Amsterdam smart building shows off its 'Edge'
The Edge office building in Amsterdam prides itself on good coffee, lots of natural light - no desk is far from a window - and a gym that allows users not just to get fit but also to contribute to the energy supply of the office.
It also flushes its toilets with rainwater, has a robot security guard that will challenge you if you wander around at night and a whole range of clever technology to make the building sustainable.
The developers behind it, Dutch firm OVG, liked it so much that they moved in when it was finished, reports the BBC.
So is the office that has already been dubbed the world's greenest, really as smart as it seems?
The building, whose main tenant is consultancy firm Deloitte and was designed by London-based architects PLP Architecture, boasts "smart" ceilings embedded with 28,000 sensors, which measure temperature, light, motion and humidity. The lighting, designed by Phillips, is also smart – each one of the LED panels is ultra-efficient and requires only a tiny amount of electricity.
Workers can control the temperature, lighting and blinds via a series of apps on their smartphones and work is ongoing to unify them.
Users select the temperature they want from a sliding gauge on their phone and it will in turn adjust the valves in the pipes above their head. Each valve controls the temperature of around four desks so they do have to hope that the colleague sitting next to them is also happy with the change.
Workers can also use apps to book meeting rooms, open lockers and check in to their desks.
When The Edge opened in September 2014, around 20 percent of the workers checked themselves in via the app. That quickly fell to 10 percent and is now at around 1 percent, facility officials said.
When it became clear to developer OVG that covering the roof with solar panels was not going to be enough to provide 100% of The Edge's electricity it turned to its neighbors – the VU University of Amsterdam and the Amsterdam University of Applied Sciences – to install a further 44,100 square feet of solar panels on their rooftops in return for the free use of any spare electricity.
The slanted atrium also has a job to do, draining rainwater to be collected in troughs and reused for cleaning and flushing the toilets.
The building is heated and cooled via an aquifer thermal energy storage system. Hot water is stored in wells in the ground during summer to help heat the building in winter and cold water in the same way in the winter to cool the building in the warmer months.
There are no radiators in the building. All the heating is provided by cables that run through the ceilings. One carries data and the other water to provide an ambient temperature across the whole structure.
Both Deloitte, the building's main tenant, and OVG, the developer, are open about the fact that The Edge is an experimental project and that not everything has worked.
One of its biggest challenges is making sense of the mountains of data generated by the sensors, the BBC reports.
For the moment the answer lies in data dashboards, which both the facilities teams and workers can access. It displays a variety of real-time data points, including the number of workers in the building at any given time, how many visitors, energy consumption and temperature.

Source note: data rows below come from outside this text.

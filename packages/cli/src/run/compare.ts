/**
 * `multiplet run --check`: is a stored output reproduced? Numbers (in JSON values and inside text) must agree to
 * a relative tolerance (default 1e-9, absolute floor 1e-12 for values near zero); all other text must be equal
 * after normalising line endings and trailing spaces. Execution counts and transient display ids are ignored.
 */
import type { NotebookOutput } from './notebook';

export const DEFAULT_RELATIVE_TOLERANCE = 1e-9;
const ABSOLUTE_FLOOR = 1e-12;

const NUMBER = /[-+]?(?:\d+\.?\d*|\.\d+)(?:[eE][-+]?\d+)?/g;

function normaliseText(value: unknown): string {
  const text = Array.isArray(value) ? value.join('') : String(value ?? '');
  return text.replace(/\r\n?/g, '\n').split('\n').map((l) => l.replace(/\s+$/, '')).join('\n').replace(/\n+$/, '');
}

function numbersClose(a: number, b: number, tolerance: number): boolean {
  if (a === b) return true;
  return Math.abs(a - b) <= Math.max(ABSOLUTE_FLOOR, tolerance * Math.max(Math.abs(a), Math.abs(b)));
}

/** Compare two texts token by token: numbers within tolerance, everything between them exact. */
export function compareText(stored: string, fresh: string, tolerance: number): string | undefined {
  const a = normaliseText(stored);
  const b = normaliseText(fresh);
  if (a === b) return undefined;
  const skeletonA = a.replace(NUMBER, '#');
  const skeletonB = b.replace(NUMBER, '#');
  if (skeletonA !== skeletonB) {
    let i = 0;
    while (i < a.length && a[i] === b[i]) i++;
    return `text differs at character ${i}: stored ${JSON.stringify(a.slice(i, i + 40))}, now ${JSON.stringify(b.slice(i, i + 40))}`;
  }
  const na = a.match(NUMBER) ?? [];
  const nb = b.match(NUMBER) ?? [];
  for (let i = 0; i < na.length; i++) {
    if (!numbersClose(Number(na[i]), Number(nb[i]), tolerance)) return `number ${i + 1} differs: stored ${na[i]}, now ${nb[i]}`;
  }
  return undefined;
}

export function compareJson(stored: unknown, fresh: unknown, tolerance: number, path = ''): string | undefined {
  if (typeof stored === 'number' && typeof fresh === 'number') {
    return numbersClose(stored, fresh, tolerance) ? undefined : `${path || 'value'}: stored ${stored}, now ${fresh}`;
  }
  if (typeof stored === 'string' && typeof fresh === 'string') {
    const d = compareText(stored, fresh, tolerance);
    return d ? `${path || 'value'}: ${d}` : undefined;
  }
  if (Array.isArray(stored) && Array.isArray(fresh)) {
    if (stored.length !== fresh.length) return `${path || 'value'}: stored ${stored.length} items, now ${fresh.length}`;
    for (let i = 0; i < stored.length; i++) {
      const d = compareJson(stored[i], fresh[i], tolerance, `${path}[${i}]`);
      if (d) return d;
    }
    return undefined;
  }
  if (stored && fresh && typeof stored === 'object' && typeof fresh === 'object' && !Array.isArray(stored) && !Array.isArray(fresh)) {
    const ka = Object.keys(stored).sort();
    const kb = Object.keys(fresh).sort();
    if (ka.join('\u0000') !== kb.join('\u0000')) return `${path || 'value'}: stored keys ${ka.join(', ')}, now ${kb.join(', ')}`;
    for (const k of ka) {
      const d = compareJson((stored as Record<string, unknown>)[k], (fresh as Record<string, unknown>)[k], tolerance, path ? `${path}.${k}` : k);
      if (d) return d;
    }
    return undefined;
  }
  return stored === fresh ? undefined : `${path || 'value'}: stored ${JSON.stringify(stored)?.slice(0, 40)}, now ${JSON.stringify(fresh)?.slice(0, 40)}`;
}

/** nbformat stores text outputs as a string or a list of lines (Jupyter writes lists): compare them joined. */
function joinLines(data: unknown): Record<string, unknown> {
  const out: Record<string, unknown> = {};
  for (const [mime, value] of Object.entries((data ?? {}) as Record<string, unknown>)) {
    out[mime] = Array.isArray(value) && value.every((v) => typeof v === 'string') && !mime.includes('json') ? value.join('') : value;
  }
  return out;
}

/** First difference between a cell's stored and recomputed outputs, or undefined when reproduced. */
export function compareOutputs(stored: NotebookOutput[], fresh: NotebookOutput[], tolerance: number): string | undefined {
  if (stored.length !== fresh.length) {
    return `stored ${stored.length} outputs (${stored.map((o) => o.output_type).join(', ') || 'none'}), now ${fresh.length} (${fresh.map((o) => o.output_type).join(', ') || 'none'})`;
  }
  for (let i = 0; i < stored.length; i++) {
    const a = stored[i]!;
    const b = fresh[i]!;
    const where = `output ${i + 1} (${b.output_type})`;
    if (a.output_type !== b.output_type) return `output ${i + 1}: stored ${a.output_type}, now ${b.output_type}`;
    let d: string | undefined;
    switch (a.output_type) {
      case 'stream':
        d = a.name !== b.name ? `stream ${String(a.name)} vs ${String(b.name)}` : compareText(a.text as string, b.text as string, tolerance);
        break;
      case 'error':
        d = a.ename !== b.ename ? `error ${String(a.ename)} vs ${String(b.ename)}` : compareText(a.evalue as string, b.evalue as string, tolerance);
        break;
      default: {
        const da = joinLines(a.data);
        const db = joinLines(b.data);
        d = compareJson(da, db, tolerance, 'data') ?? compareJson(a.metadata ?? {}, b.metadata ?? {}, tolerance, 'metadata');
      }
    }
    if (d) return `${where}: ${d}`;
  }
  return undefined;
}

It also has some more fun data sets, such as a pie-chart showing how much coffee, and what type, is being consumed in the building at any given time.
It became apparent from the data that lattes and cappuccinos were by far the most popular choice, meaning milk was frequently running out so Deloitte asked the manufacturer to make a new bespoke model with a larger compartment for milk, a real world example of how access to data can improve working lives.
Every coffee machine is also connected to the Internet, meaning facilities staff can see which ones are getting low and refill them before someone finds it empty. The towel rails in the bathrooms are similarly connected.
The hours that cleaners work have also been changed as a result of the data.